(Data supplied)
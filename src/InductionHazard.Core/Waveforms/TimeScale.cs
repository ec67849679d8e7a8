using InductionHazard.Quantities;

namespace InductionHazard.Waveforms;

/// <summary>A named characteristic time of a waveform (rise time, period, time constant).</summary>
public sealed class TimeScale
{
    /// <summary>Creates the time scale.</summary>
    public TimeScale(string name, double seconds)
    {
        Name = name;
        Seconds = seconds;
    }

    /// <summary>What the time is ("rise time", "period").</summary>
    public string Name { get; }

    /// <summary>The time in seconds.</summary>
    public double Seconds { get; }

    /// <summary>"period 20 ms".</summary>
    public override string ToString() => Name + " " + SiFormat.Format(Seconds, "s");
}
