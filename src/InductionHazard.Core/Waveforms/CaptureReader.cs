using System;
using System.Collections.Generic;
using System.Globalization;
using System.IO;
using CsvHelper;
using CsvHelper.Configuration;
using InductionHazard.Errors;
using InductionHazard.Quantities;

namespace InductionHazard.Waveforms;

/// <summary>
/// Reads a sampled drive (an oscilloscope or logger export) from a delimited text file into a piecewise-linear
/// waveform: by default the first column is the time in seconds and the second the value. Lines before the first
/// numeric row (a scope's metadata and the header) are skipped; the header names the columns. Streams the file,
/// holding only the samples (two doubles each).
/// </summary>
public static class CaptureReader
{
    /// <summary>The error id of a capture that cannot be read.</summary>
    public const string ErrorId = "InvalidCapture";

    /// <summary>Reads the capture.</summary>
    /// <param name="path">The file.</param>
    /// <param name="timeColumn">The time column: a header name or a 1-based number; null for the first.</param>
    /// <param name="valueColumn">The value column: a header name or a 1-based number; null for the second.</param>
    /// <param name="valueScale">What one unit of the value column is in SI (1e-3 for mT, 1e3 for kA).</param>
    /// <param name="drive">What the values measure.</param>
    /// <param name="unitText">The unit of the values as given, for the description.</param>
    /// <exception cref="DataFileException">The file is missing, empty, or a line holds a bad time or value.</exception>
    public static PiecewiseLinearWaveform Read(string path, string? timeColumn, string? valueColumn, double valueScale, DriveKind drive, string unitText)
    {
        if (!File.Exists(path))
        {
            throw new DataFileException(path, null, "the file does not exist", ErrorId);
        }

        var times = new List<double>(1024);
        var values = new List<double>(1024);
        CsvConfiguration config = DelimitedText.Configuration();
        using var reader = new StreamReader(path);
        using var parser = new CsvParser(reader, config);
        string[]? header = null;
        int timeIndex = -1, valueIndex = -1;
        while (parser.Read())
        {
            int line = parser.RawRow;
            string[] cells = parser.Record ?? Array.Empty<string>();
            if (timeIndex < 0)
            {
                int t = Index(timeColumn, header, 0), v = Index(valueColumn, header, 1);
                if (t < cells.Length && v < cells.Length && t >= 0 && v >= 0 && IsNumber(cells[t]) && IsNumber(cells[v]))
                {
                    timeIndex = t;
                    valueIndex = v;
                }
                else
                {
                    header = cells;
                    continue;
                }
            }

            double time = Cell(path, line, cells, timeIndex, "time");
            double value = Cell(path, line, cells, valueIndex, "value") * valueScale;
            if (!Finite.Is(value))
            {
                throw new DataFileException(path, line, "the value is too large to be finite in SI", ErrorId);
            }

            if (times.Count > 0 && !(time > times[times.Count - 1]))
            {
                throw new DataFileException(path, line, "times must be strictly increasing: " + Show(time) + " s follows " + Show(times[times.Count - 1]) + " s", ErrorId);
            }

            times.Add(time);
            values.Add(value);
        }

        if (timeIndex < 0)
        {
            string wanted = (timeColumn ?? "1") + " and " + (valueColumn ?? "2");
            throw new DataFileException(path, null, "no row has numbers in the columns " + wanted + (header is null ? string.Empty : " (the last header read: " + string.Join(", ", header) + ")"), ErrorId);
        }

        if (times.Count < 2)
        {
            throw new DataFileException(path, null, "a capture needs at least two samples; found " + times.Count, ErrorId);
        }

        try
        {
            return new PiecewiseLinearWaveform(
                "Samples",
                times,
                values,
                drive,
                "capture " + Path.GetFileName(path) + ": " + times.Count.ToString("N0", CultureInfo.InvariantCulture) + " samples from " + SiFormat.Format(times[0], "s")
                + " to " + SiFormat.Format(times[times.Count - 1], "s") + (unitText.Length > 0 ? ", values in " + unitText : string.Empty));
        }
        catch (InvalidInputException ex)
        {
            throw new DataFileException(path, null, ex.Reason, ErrorId);
        }
    }

    private static int Index(string? column, string[]? header, int fallback)
    {
        if (column is null)
        {
            return fallback;
        }

        if (int.TryParse(column, NumberStyles.Integer, CultureInfo.InvariantCulture, out int number))
        {
            return number - 1;
        }

        if (header is null)
        {
            return -1;
        }

        string wanted = RecordFields.Normalize(column);
        for (int k = 0; k < header.Length; k++)
        {
            if (RecordFields.Normalize(header[k]) == wanted)
            {
                return k;
            }
        }

        return -1;
    }

    private static bool IsNumber(string cell) => double.TryParse(cell, NumberStyles.Float, CultureInfo.InvariantCulture, out _);

    private static double Cell(string path, int line, string[] cells, int index, string what)
    {
        if (index >= cells.Length)
        {
            throw new DataFileException(path, line, "the row has no " + what + " (column " + (index + 1) + ")", ErrorId);
        }

        if (!double.TryParse(cells[index], NumberStyles.Float, CultureInfo.InvariantCulture, out double value) || !Finite.Is(value))
        {
            throw new DataFileException(path, line, "the " + what + " '" + cells[index] + "' is not a finite number", ErrorId);
        }

        return value;
    }

    private static string Show(double value) => value.ToString("G9", CultureInfo.InvariantCulture);
}
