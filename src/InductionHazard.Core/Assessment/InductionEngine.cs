using System;
using System.Collections.Generic;
using System.Linq;
using System.Numerics;
using System.Threading;
using InductionHazard.Errors;
using InductionHazard.Fields;
using InductionHazard.Induction;
using InductionHazard.Items;
using InductionHazard.Mechanics;
using InductionHazard.Quantities;
using InductionHazard.Thermal;
using InductionHazard.Waveforms;

namespace InductionHazard.Assessment;
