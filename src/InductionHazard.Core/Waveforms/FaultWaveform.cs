using System;
using System.Collections.Generic;
using InductionHazard.Errors;
using InductionHazard.Quantities;

namespace InductionHazard.Waveforms;

/// <summary>
/// The asymmetric short-circuit current of IEC 60909-0 (2016): after the fault at the start,
/// i(t) = sqrt2 Ik'' [sin(omega t + psi - phik) - sin(psi - phik) e^(-t/tau)], phik = atan(X/R), tau = (X/R)/omega,
/// until the protection clears it at the first current zero after the clearing time. The closing angle psi
/// (the voltage's phase when the fault occurs) is by default the one that gives the largest first peak, found by
/// search; the peak over sqrt2 Ik'' is the standard's peak factor kappa.
/// </summary>
public sealed class FaultWaveform : FieldWaveform
{
    /// <summary>The default clearing time, s: 1 s, a slow backup protection (common practice; a shorter one is conservative to leave out).</summary>
    public const double DefaultClearingSeconds = 1.0;

    /// <summary>Steps per period the transient solver may take: 200 keeps a piecewise-linear emf within about 1e-5 of the sinusoid.</summary>
    private const int StepsPerPeriod = 200;

    private readonly double _amplitude;
    private readonly double _omega;
    private readonly double _tau;
    private readonly double _offsetAngle;

    /// <summary>Creates the fault current.</summary>
    /// <param name="symmetricalRmsAmperes">The initial symmetrical short-circuit current Ik'' (rms), A.</param>
    /// <param name="xOverR">The ratio X/R of the source impedance at the fault.</param>
    /// <param name="frequencyHertz">The system frequency, Hz.</param>
    /// <param name="clearingSeconds">When the protection opens, s after the fault; the current stops at its next zero.</param>
    /// <param name="closingAngleRadians">The voltage's phase psi when the fault occurs; null for the worst case (largest first peak).</param>
    /// <param name="startSeconds">When the fault occurs, s.</param>
    /// <exception cref="InvalidInputException">A value is out of range.</exception>
    public FaultWaveform(double symmetricalRmsAmperes, double xOverR, double frequencyHertz, double clearingSeconds = DefaultClearingSeconds, double? closingAngleRadians = null, double startSeconds = 0)
        : base(DriveKind.Current)
    {
        Require.Positive("Current", symmetricalRmsAmperes);
        PhysicalRanges.Current.For("Current").Check(symmetricalRmsAmperes * Math.Sqrt(2) * 2);
        if (!(xOverR >= 0.1 && xOverR <= 1000))
        {
            throw new InvalidInputException("XOverR", "must be between 0.1 and 1000 (power systems lie between about 1 and 100); got " + SiFormat.Plain(xOverR));
        }

        PhysicalRanges.Frequency.Check(frequencyHertz);
        Require.Positive("ClearingTime", clearingSeconds);
        PhysicalRanges.DriveDuration.For("ClearingTime").Check(clearingSeconds);
        if (closingAngleRadians is { } given)
        {
            Require.Finite("ClosingAngleDegrees", given);
        }

        DriveTiming.RequireResolvable(startSeconds, 1.0 / frequencyHertz, "Frequency");
        SymmetricalRmsAmperes = symmetricalRmsAmperes;
        XOverR = xOverR;
        FrequencyHertz = frequencyHertz;
        ClearingSeconds = clearingSeconds;
        StartSeconds = startSeconds;
        _amplitude = Math.Sqrt(2) * symmetricalRmsAmperes;
        _omega = 2 * Math.PI * frequencyHertz;
        _tau = xOverR / _omega;
        ImpedanceAngleRadians = Math.Atan(xOverR);
        ClosingAngleSearched = closingAngleRadians is null;
        ClosingAngleRadians = closingAngleRadians ?? WorstClosingAngle(xOverR);
        _offsetAngle = ClosingAngleRadians - ImpedanceAngleRadians;
        (FirstPeakAmperes, FirstPeakSeconds) = FirstPeak(_offsetAngle);
        EndSeconds = StartSeconds + CurrentZeroAfter(clearingSeconds);
        PeakRate = LargestRate();
    }

    /// <inheritdoc />
    public override string Form => "Fault";

    /// <summary>The initial symmetrical short-circuit current Ik'' (rms), A.</summary>
    public double SymmetricalRmsAmperes { get; }

    /// <summary>The ratio X/R of the source impedance.</summary>
    public double XOverR { get; }

    /// <summary>The system frequency, Hz.</summary>
    public double FrequencyHertz { get; }

    /// <summary>When the protection opens, s after the fault.</summary>
    public double ClearingSeconds { get; }

    /// <summary>The impedance angle phik = atan(X/R), rad.</summary>
    public double ImpedanceAngleRadians { get; }

    /// <summary>The voltage's phase psi when the fault occurs, rad.</summary>
    public double ClosingAngleRadians { get; }

    /// <summary>True when the closing angle was found by search for the largest first peak (the default).</summary>
    public bool ClosingAngleSearched { get; }

    /// <summary>The time constant of the d.c. component, X / (omega R), s.</summary>
    public double DcTimeConstantSeconds => _tau;

    /// <summary>The first peak of the current (signed), A: the peak short-circuit current ip for the worst closing angle.</summary>
    public double FirstPeakAmperes { get; }

    /// <summary>When the first peak occurs, s after the fault.</summary>
    public double FirstPeakSeconds { get; }

    /// <summary>The peak factor |ip| / (sqrt2 Ik''), kappa in IEC 60909-0.</summary>
    public double PeakFactor => Math.Abs(FirstPeakAmperes) / _amplitude;

    /// <inheritdoc />
    public override double StartSeconds { get; }

    /// <inheritdoc />
    public override double EndSeconds { get; }

    /// <inheritdoc />
    public override double PeakValue => Math.Abs(FirstPeakAmperes);

    /// <inheritdoc />
    public override double PeakRate { get; }

    /// <inheritdoc />
    public override IReadOnlyList<double> Breakpoints => new[] { StartSeconds, EndSeconds };

    /// <inheritdoc />
    public override IReadOnlyList<TimeScale> TimeScales => new[]
    {
        new TimeScale("period", 1.0 / FrequencyHertz),
        new TimeScale("d.c. time constant", _tau),
        new TimeScale("clearing time", ClearingSeconds),
    };

    /// <inheritdoc />
    public override double SignificantFrequencyHertz => FrequencyHertz;

    /// <inheritdoc />
    public override double MaxStepSeconds => 1.0 / (FrequencyHertz * StepsPerPeriod);

    /// <inheritdoc />
    public override double Value(double t) => t <= StartSeconds || t >= EndSeconds ? 0.0 : Current(t - StartSeconds, _offsetAngle);

    /// <inheritdoc />
    public override double Rate(double t)
    {
        if (t < StartSeconds || t >= EndSeconds)
        {
            return 0.0;
        }

        double s = t - StartSeconds;
        return _amplitude * ((_omega * Math.Cos((_omega * s) + _offsetAngle)) + (Math.Sin(_offsetAngle) * Math.Exp(-s / _tau) / _tau));
    }

    /// <inheritdoc />
    public override FieldWaveform WithPhaseShift(double radians) =>
        new FaultWaveform(SymmetricalRmsAmperes, XOverR, FrequencyHertz, ClearingSeconds, ClosingAngleRadians + radians, StartSeconds);

    /// <inheritdoc />
    public override string Describe() =>
        "fault " + SiFormat.Format(SymmetricalRmsAmperes, "A") + " rms (Ik''), X/R " + SiFormat.Plain(XOverR) + " at " + SiFormat.Format(FrequencyHertz, "Hz")
        + ", first peak " + SiFormat.Format(PeakValue, "A") + " (kappa " + SiFormat.Plain(PeakFactor, 4) + ") at closing angle "
        + (Math.Round(ClosingAngleRadians * 180 / Math.PI, 1) + 0.0).ToString("0.0", System.Globalization.CultureInfo.InvariantCulture) + " deg" + (ClosingAngleSearched ? " (the worst, by search)" : string.Empty)
        + ", cleared at " + SiFormat.Format(EndSeconds - StartSeconds, "s");

    /// <summary>
    /// The closing angle with the largest first peak |i|, by golden-section search (MathNet.Numerics) of the first peak over
    /// psi - phik in [-pi, 0] (the worst lies near -pi/2, exactly there only as X/R tends to infinity).
    /// </summary>
    private double WorstClosingAngle(double xOverR)
    {
        double phik = Math.Atan(xOverR);
        double PeakAt(double offset) => Math.Abs(FirstPeak(offset).Amperes);
        double best = MathNet.Numerics.FindMinimum.OfScalarFunctionConstrained(offset => -PeakAt(offset), -Math.PI, 0, 1e-9);
        return best + phik;
    }

    private double Current(double s, double offset) =>
        _amplitude * (Math.Sin((_omega * s) + offset) - (Math.Sin(offset) * Math.Exp(-s / _tau)));

    /// <summary>
    /// The peak short-circuit current: the largest |i| in the first period and a quarter after the fault (where
    /// the d.c. component is largest), from 400 samples a period refined where di/dt changes sign.
    /// </summary>
    private (double Amperes, double Seconds) FirstPeak(double offset)
    {
        double period = 2 * Math.PI / _omega;
        double RateAt(double s) => (_omega * Math.Cos((_omega * s) + offset)) + (Math.Sin(offset) * Math.Exp(-s / _tau) / _tau);
        const int Samples = 400;
        double h = period / Samples;
        int best = 1;
        double bestValue = 0;
        for (int k = 1; k <= Samples * 5 / 4; k++)
        {
            double value = Math.Abs(Current(k * h, offset));
            if (value > bestValue)
            {
                bestValue = value;
                best = k;
            }
        }

        double a = (best - 1) * h, b = (best + 1) * h;
        double at = Math.Sign(RateAt(a)) != Math.Sign(RateAt(b)) ? Root(RateAt, a, b) : best * h;
        return (Current(at, offset), at);
    }

    /// <summary>The first zero of the current at or after the clearing time, s after the fault.</summary>
    private double CurrentZeroAfter(double clearing)
    {
        double period = 1.0 / FrequencyHertz;
        double h = period / 400;
        double previous = Current(clearing, _offsetAngle);
        if (previous == 0)
        {
            return clearing;
        }

        for (int k = 1; k <= 4000; k++)
        {
            double s = clearing + (k * h);
            double now = Current(s, _offsetAngle);
            if (Math.Sign(now) != Math.Sign(previous))
            {
                return Root(x => Current(x, _offsetAngle), s - h, s);
            }

            previous = now;
        }

        // A current fully offset for ten periods has no zero: the protection is taken to open at the clearing time.
        return clearing;
    }

    private double LargestRate()
    {
        double largest = 0;
        double span = Math.Min(EndSeconds - StartSeconds, 2.0 / FrequencyHertz);
        for (int k = 0; k <= 2000; k++)
        {
            largest = Math.Max(largest, Math.Abs(Rate(StartSeconds + (span * k / 2000))));
        }

        return largest;
    }

    /// <summary>The root of f between a and b, where f changes sign (Brent's method, MathNet.Numerics).</summary>
    private static double Root(Func<double, double> f, double a, double b) =>
        MathNet.Numerics.RootFinding.Brent.TryFindRoot(f, a, b, 1e-15 * Math.Max(1, Math.Abs(b)), 200, out double root) ? root : 0.5 * (a + b);
}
(End Data supplied)
Exercise instructions:
Look through the entries and copy every line in which the string "ImpedanceAngleRadians" appears.

Your response:
        ImpedanceAngleRadians = Math.Atan(xOverR);
        _offsetAngle = ClosingAngleRadians - ImpedanceAngleRadians;
    public double ImpedanceAngleRadians { get; }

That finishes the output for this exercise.